ED: Yes. And you achieved that with the education system that you have, with the pool of talent that you have, and the infrastructure that you have put in place. But to move to the next level, you need better English, for example; or an international language of some kind. It could even be Chinese. And the workforce needs to be of a higher level. Can you achieve a lot of that in the 18 months you’ve set for yourself?

KS: At the top level, we can because we have already introduced the talent mobility program under which the top scorers from Thailand who study overseas but who refuse to come back will be encouraged to come back through good jobs, good careers, and good working environment. That’s why we want to create an environment where they can work and realize their potential. The reasons why they don’t come back are because they feel they can earn more money, and they work in a very challenging environment, abroad. So we have to create that environment at home.

At the lower level however, it will take longer because the educational system is still not conducive to producing a good English-speaking labor force. That would definitely take longer than two years.

ED: Do you then, as a citizen, want to see this as a temporary process? Or is that a question you’re not asking yourself at the moment?

KS: I see this as temporary because the prime minister already announced to the public and to the international community that a new constitution is being drafted. And the election will be held. So in 18 months’ time, we will have a new government. So, that part is clear and has been conveyed to us in no uncertain terms.

ED: Let me ask you finally, about your role in the current government. Given that the military has set up the government’s infrastructure, how do technocrats like yourself see your role in the government structure as it exists right now? And how would you describe your relationship with the political process? And are you comfortable with it, do you see yourself as being useful in it? Do you see yourself achieving specific goals? Or are you concerned that the work you’re doing might not be sustainable in the future?

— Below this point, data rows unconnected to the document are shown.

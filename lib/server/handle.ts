import 'server-only';
import { type ZodType, type z } from 'zod';
import { type Action, type Subject } from '@/lib/permissions';
import { Problem } from '@/lib/problem';
import { authorize, refuseHopeless } from './authorize';
import { log } from './log';
import { invalidInput, viewOf } from './problems';
import { getActor, type SignedIn } from './session';

type RouteContext = { params: Promise<Record<string, string | string[]>> };
type Out<S> = S extends ZodType ? z.output<S> : undefined;

interface Declaration<P, Q, B, R, S, M> {
  /** the row of the permission table; `public` needs no sign-in */
  action: Action | 'public';
  params?: P;
  query?: Q;
  body?: B;
  /** the contract is the presenter: fields it does not name never leave. `response` when the handler streams a file */
  reply: R | 'response';
  /** JSON body limit in bytes; 256 kB when not said. Streams limit themselves */
  maxBytes?: number;
  /** what "own" is judged on; throw Problem('not-found') when there is none */
  subject?: (input: { params: Out<P>; query: Out<Q>; body: Out<B>; actor: SignedIn }) => Promise<S>;
  /** another program's key instead of a person's session; null means: ask for the session */
  machine?: (request: Request, input: { params: Out<P>; query: Out<Q> }) => Promise<M | null>;
}

interface Given<P, Q, B, S, M> {
  request: Request;
  params: Out<P>;
  query: Out<Q>;
  body: Out<B>;
  subject: S;
  /** null for public routes and for machines */
  actor: SignedIn | null;
  machine: M | null;
}

/** The person of a route that only people call. */
export function personOf(actor: SignedIn | null): SignedIn {
  if (!actor) throw new Problem('not-signed-in');
  return actor;
}

export const madeByHandle = Symbol.for('rimewright.handle');

function parse<S extends ZodType>(schema: S | undefined, value: unknown): Out<S> {
  if (!schema) return undefined as Out<S>;
  const result = schema.safeParse(value);
  if (!result.success) throw invalidInput(result.error);
  return result.data as Out<S>;
}

async function readJson(request: Request, maxBytes: number): Promise<unknown> {
  const tooLarge = () => new Problem('too-large', { limit: `${Math.round(maxBytes / 1024)} kB` });
  if (Number(request.headers.get('content-length') ?? 0) > maxBytes) throw tooLarge();
  const text = await request.text();
  if (text.length > maxBytes) throw tooLarge();
  try {
    return JSON.parse(text);
  } catch {
    throw new Problem('invalid-input', {}, { request: 'The body is not JSON.' });
  }
}

/** A route handler from its declaration: parse, load, authorize, command, present. */
export function handle<
  R extends ZodType,
  P extends ZodType | undefined = undefined,
  Q extends ZodType | undefined = undefined,
  B extends ZodType | undefined = undefined,
  S extends Subject | undefined = undefined,
  M = never,
>(declaration: Declaration<P, Q, B, R, S, M>, run: (given: Given<P, Q, B, S, M>) => Promise<z.input<R> | Response>) {
  const route = async (request: Request, context: RouteContext): Promise<Response> => {
    const startedAt = performance.now();
    const where = `${request.method} ${new URL(request.url).pathname}`;
    let status = 200;
    try {
      const response = await answer(declaration, run, { request, rawParams: await context.params });
      status = response.status;
      return response;
    } catch (thrown) {
      const view = viewOf(thrown, where);
      status = view.status;
      return Response.json(view, { status, headers: { 'content-type': 'application/problem+json' } });
    } finally {
      log('info', where, { status, ms: Math.round(performance.now() - startedAt) });
    }
  };
  return Object.assign(route, { [madeByHandle]: declaration.action });
}

async function answer<
  R extends ZodType,
  P extends ZodType | undefined,
  Q extends ZodType | undefined,
  B extends ZodType | undefined,
  S extends Subject | undefined,
  M,
>(
  declaration: Declaration<P, Q, B, R, S, M>,
  run: (given: Given<P, Q, B, S, M>) => Promise<z.input<R> | Response>,
  { request, rawParams }: { request: Request; rawParams: unknown },
): Promise<Response> {
  const isPublic = declaration.action === 'public';
  const signedIn = isPublic ? null : await getActor();
  if (signedIn && declaration.action !== 'public') refuseHopeless(signedIn, declaration.action);
  // The signed-out learn nothing about what a route accepts; a machine's key is judged once its address is read.
  if (!isPublic && !signedIn && !declaration.machine) throw new Problem('not-signed-in');
  const params = parse(declaration.params, rawParams) as Out<P>;
  const query = parse(declaration.query, Object.fromEntries(new URL(request.url).searchParams)) as Out<Q>;
  const machine = signedIn ? null : ((await declaration.machine?.(request, { params, query })) ?? null);
  if (!isPublic && !signedIn && !machine) throw new Problem('not-signed-in');
  const body = declaration.body
    ? (parse(declaration.body, await readJson(request, declaration.maxBytes ?? 262_144)) as Out<B>)
    : (undefined as Out<B>);
  const subject = (
    signedIn && declaration.subject ? await declaration.subject({ params, query, body, actor: signedIn }) : undefined
  ) as S;
  if (declaration.action !== 'public' && !machine) authorize(signedIn, declaration.action, subject);
  const result = await run({ request, params, query, body, subject, actor: signedIn, machine });
  if (result instanceof Response) return result;
  if (declaration.reply === 'response') throw new TypeError('A route declared as response must return one.');
  return Response.json(declaration.reply.parse(result));
}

KS: Luckily, we enjoy harmony in terms of decision making. There’s a clear line of command. The government, at the top level, is decisive. It has a clear vision, a clear mandate. They know exactly what they want. And we don’t suffer from this political bickering or ideological disagreement. So I find it much easier to work in this environment because I’m given a clear mandate. I’m given a clear target. And I’m given a clear timeframe.